## TRY IT:
Copy out each line of the data below in which "pure" appears.

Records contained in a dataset
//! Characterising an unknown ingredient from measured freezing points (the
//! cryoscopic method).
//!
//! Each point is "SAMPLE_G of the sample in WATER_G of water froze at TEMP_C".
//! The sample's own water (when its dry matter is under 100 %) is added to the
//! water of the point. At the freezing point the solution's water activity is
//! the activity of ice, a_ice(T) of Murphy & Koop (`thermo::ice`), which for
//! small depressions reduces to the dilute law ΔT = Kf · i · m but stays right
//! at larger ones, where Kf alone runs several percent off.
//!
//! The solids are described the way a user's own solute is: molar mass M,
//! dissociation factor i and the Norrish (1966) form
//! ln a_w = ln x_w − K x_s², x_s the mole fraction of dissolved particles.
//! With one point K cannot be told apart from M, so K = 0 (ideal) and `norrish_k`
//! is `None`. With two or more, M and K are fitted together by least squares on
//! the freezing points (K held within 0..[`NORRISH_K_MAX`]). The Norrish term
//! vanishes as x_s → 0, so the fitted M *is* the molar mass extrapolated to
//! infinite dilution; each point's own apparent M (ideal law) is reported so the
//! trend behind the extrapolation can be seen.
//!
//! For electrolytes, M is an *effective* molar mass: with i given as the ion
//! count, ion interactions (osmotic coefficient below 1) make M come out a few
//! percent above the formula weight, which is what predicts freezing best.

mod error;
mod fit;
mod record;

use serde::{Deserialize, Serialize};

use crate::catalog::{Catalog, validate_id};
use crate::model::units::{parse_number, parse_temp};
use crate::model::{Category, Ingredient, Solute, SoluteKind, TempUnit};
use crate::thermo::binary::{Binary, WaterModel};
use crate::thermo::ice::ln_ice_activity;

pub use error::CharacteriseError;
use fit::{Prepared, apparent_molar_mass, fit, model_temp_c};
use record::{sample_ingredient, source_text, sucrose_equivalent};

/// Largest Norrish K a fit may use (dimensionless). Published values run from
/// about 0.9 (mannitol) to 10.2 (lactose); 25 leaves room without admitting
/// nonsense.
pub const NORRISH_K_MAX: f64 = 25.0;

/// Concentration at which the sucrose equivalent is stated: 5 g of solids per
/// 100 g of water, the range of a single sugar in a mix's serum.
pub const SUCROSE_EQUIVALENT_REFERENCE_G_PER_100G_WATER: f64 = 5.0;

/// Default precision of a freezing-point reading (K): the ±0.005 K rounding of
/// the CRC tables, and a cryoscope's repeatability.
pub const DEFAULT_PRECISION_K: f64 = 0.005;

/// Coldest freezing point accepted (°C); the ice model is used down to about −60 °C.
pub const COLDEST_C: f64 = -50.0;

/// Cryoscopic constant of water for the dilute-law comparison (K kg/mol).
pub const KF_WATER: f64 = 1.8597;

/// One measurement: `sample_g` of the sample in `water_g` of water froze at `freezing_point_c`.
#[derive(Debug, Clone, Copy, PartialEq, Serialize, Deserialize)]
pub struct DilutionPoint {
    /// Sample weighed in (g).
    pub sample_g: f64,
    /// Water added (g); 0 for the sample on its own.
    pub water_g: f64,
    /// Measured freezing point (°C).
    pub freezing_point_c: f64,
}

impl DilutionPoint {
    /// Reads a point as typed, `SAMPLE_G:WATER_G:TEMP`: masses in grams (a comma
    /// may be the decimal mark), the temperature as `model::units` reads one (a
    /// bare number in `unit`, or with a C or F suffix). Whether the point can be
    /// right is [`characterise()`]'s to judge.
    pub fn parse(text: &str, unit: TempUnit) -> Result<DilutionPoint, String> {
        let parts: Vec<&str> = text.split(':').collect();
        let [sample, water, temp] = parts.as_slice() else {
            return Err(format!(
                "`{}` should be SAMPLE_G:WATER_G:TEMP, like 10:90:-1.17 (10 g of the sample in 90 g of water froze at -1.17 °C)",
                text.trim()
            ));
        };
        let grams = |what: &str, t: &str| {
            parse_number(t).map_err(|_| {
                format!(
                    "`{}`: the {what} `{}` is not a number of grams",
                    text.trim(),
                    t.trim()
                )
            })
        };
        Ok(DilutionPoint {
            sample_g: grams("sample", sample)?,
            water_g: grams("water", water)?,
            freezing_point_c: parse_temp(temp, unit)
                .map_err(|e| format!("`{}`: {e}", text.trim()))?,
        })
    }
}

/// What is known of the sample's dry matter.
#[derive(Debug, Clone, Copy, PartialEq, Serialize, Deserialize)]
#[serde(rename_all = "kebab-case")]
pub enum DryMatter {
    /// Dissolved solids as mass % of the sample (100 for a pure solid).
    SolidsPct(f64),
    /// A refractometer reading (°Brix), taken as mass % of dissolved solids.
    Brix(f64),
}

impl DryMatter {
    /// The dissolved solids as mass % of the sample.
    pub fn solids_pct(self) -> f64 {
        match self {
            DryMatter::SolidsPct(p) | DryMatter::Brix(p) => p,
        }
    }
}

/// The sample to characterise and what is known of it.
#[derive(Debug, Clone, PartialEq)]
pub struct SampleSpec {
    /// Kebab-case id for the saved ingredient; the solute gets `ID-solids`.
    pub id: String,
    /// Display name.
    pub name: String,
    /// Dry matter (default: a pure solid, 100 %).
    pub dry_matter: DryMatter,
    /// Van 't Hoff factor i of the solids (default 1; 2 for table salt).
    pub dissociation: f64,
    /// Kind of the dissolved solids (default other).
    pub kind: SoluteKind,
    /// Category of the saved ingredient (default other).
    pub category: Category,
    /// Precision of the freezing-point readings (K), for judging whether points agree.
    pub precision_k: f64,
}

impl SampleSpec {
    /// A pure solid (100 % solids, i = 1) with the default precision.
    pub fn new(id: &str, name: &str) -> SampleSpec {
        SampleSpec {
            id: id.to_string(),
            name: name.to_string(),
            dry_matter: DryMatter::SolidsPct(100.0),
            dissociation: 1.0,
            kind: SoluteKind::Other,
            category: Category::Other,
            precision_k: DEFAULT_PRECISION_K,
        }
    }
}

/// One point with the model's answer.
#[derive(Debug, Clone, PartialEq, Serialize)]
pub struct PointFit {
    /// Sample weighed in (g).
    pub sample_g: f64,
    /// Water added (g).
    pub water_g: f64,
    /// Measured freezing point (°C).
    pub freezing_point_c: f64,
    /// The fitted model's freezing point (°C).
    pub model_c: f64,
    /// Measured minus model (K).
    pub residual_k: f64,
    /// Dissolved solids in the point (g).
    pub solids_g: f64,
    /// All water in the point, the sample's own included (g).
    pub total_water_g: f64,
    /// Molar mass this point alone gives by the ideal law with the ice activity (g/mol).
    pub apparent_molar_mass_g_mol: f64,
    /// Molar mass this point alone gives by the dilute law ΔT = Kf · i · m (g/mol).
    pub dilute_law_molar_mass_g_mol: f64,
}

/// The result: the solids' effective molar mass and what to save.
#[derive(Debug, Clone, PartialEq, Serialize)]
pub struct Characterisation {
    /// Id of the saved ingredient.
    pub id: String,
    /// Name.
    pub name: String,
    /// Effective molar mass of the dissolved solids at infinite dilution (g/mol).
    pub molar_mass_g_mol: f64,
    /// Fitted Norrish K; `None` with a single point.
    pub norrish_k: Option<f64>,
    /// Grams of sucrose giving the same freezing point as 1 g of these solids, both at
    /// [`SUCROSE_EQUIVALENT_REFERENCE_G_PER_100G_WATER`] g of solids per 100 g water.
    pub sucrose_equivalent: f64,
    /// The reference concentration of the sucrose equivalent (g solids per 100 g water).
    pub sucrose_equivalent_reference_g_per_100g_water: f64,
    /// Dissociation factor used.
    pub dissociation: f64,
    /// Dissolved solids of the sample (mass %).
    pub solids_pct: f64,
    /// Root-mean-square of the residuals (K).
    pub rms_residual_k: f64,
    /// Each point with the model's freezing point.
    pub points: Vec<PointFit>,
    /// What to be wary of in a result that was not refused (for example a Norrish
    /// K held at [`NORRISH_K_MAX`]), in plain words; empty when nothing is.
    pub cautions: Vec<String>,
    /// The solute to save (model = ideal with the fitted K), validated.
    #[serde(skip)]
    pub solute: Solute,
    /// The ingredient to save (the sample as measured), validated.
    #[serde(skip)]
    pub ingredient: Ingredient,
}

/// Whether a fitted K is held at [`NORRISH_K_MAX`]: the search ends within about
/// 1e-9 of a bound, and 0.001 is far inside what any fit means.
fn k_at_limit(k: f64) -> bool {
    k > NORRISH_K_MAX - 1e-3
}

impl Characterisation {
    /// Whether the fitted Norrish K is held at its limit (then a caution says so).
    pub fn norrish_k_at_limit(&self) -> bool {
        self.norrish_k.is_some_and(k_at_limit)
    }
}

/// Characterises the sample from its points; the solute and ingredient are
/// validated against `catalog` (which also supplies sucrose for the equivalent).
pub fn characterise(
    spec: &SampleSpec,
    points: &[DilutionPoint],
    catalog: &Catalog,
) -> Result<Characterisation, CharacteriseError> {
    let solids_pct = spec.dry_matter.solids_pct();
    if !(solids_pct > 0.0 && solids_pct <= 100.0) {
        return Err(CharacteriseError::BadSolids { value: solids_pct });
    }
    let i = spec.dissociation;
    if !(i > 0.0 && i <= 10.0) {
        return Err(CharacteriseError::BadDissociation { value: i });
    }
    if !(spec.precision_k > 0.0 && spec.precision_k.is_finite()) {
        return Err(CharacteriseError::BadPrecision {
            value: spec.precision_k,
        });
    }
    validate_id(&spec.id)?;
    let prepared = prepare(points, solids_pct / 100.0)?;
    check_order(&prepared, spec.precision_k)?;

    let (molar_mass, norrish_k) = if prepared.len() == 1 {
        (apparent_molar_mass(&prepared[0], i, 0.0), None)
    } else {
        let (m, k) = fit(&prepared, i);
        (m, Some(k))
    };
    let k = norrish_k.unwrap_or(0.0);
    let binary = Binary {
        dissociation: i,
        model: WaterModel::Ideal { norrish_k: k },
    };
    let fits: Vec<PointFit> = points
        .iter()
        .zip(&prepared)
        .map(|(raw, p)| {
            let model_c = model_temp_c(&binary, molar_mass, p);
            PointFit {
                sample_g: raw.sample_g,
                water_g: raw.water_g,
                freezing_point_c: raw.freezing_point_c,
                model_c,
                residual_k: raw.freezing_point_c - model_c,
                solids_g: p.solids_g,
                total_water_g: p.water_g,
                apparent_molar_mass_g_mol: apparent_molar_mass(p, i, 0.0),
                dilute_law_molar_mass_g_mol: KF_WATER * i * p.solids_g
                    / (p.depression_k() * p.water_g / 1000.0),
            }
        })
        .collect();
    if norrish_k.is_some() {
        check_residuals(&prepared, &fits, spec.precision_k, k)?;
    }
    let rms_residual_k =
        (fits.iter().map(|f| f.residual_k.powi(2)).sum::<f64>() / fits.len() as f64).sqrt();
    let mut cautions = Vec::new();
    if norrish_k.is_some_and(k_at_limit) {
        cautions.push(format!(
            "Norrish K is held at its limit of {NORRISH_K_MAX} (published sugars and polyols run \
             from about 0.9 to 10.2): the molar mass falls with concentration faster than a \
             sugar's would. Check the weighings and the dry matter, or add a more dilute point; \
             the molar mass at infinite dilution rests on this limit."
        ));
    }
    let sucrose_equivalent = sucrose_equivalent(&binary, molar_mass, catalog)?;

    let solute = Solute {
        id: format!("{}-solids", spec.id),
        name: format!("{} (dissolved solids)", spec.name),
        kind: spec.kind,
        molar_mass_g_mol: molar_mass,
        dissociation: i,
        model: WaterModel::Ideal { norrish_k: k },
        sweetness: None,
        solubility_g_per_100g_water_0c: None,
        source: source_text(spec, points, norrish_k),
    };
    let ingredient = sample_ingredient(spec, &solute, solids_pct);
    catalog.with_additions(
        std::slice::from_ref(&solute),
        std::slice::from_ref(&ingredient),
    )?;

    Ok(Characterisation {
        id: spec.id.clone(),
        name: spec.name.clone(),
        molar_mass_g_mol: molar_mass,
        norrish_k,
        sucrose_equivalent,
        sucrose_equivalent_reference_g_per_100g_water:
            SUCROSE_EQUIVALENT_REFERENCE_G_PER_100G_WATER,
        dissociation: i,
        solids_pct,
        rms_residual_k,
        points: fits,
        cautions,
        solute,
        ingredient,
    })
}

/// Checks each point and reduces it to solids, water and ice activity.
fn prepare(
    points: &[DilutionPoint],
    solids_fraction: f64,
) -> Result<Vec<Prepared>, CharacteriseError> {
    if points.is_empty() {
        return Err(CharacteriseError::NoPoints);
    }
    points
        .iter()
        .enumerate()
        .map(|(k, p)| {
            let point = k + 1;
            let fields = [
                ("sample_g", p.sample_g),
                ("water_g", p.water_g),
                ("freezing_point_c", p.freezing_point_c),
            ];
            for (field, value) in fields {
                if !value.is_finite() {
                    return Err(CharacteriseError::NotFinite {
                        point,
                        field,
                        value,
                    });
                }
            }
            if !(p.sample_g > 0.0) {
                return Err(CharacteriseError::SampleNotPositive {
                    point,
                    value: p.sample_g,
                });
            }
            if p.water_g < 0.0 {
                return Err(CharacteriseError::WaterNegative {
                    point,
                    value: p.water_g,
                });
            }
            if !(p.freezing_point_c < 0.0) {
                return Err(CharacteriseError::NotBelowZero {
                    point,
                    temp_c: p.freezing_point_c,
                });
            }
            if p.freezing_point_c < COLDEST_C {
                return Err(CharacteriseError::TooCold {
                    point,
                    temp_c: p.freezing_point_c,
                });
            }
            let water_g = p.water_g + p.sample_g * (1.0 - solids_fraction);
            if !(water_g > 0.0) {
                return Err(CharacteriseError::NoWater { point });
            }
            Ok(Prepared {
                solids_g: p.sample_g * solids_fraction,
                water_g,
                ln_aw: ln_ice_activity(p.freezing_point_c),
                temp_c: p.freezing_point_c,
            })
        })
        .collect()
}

## RESPONSE:
    /// Dissolved solids as mass % of the sample (100 for a pure solid).
    /// Dry matter (default: a pure solid, 100 %).
    /// A pure solid (100 % solids, i = 1) with the default precision.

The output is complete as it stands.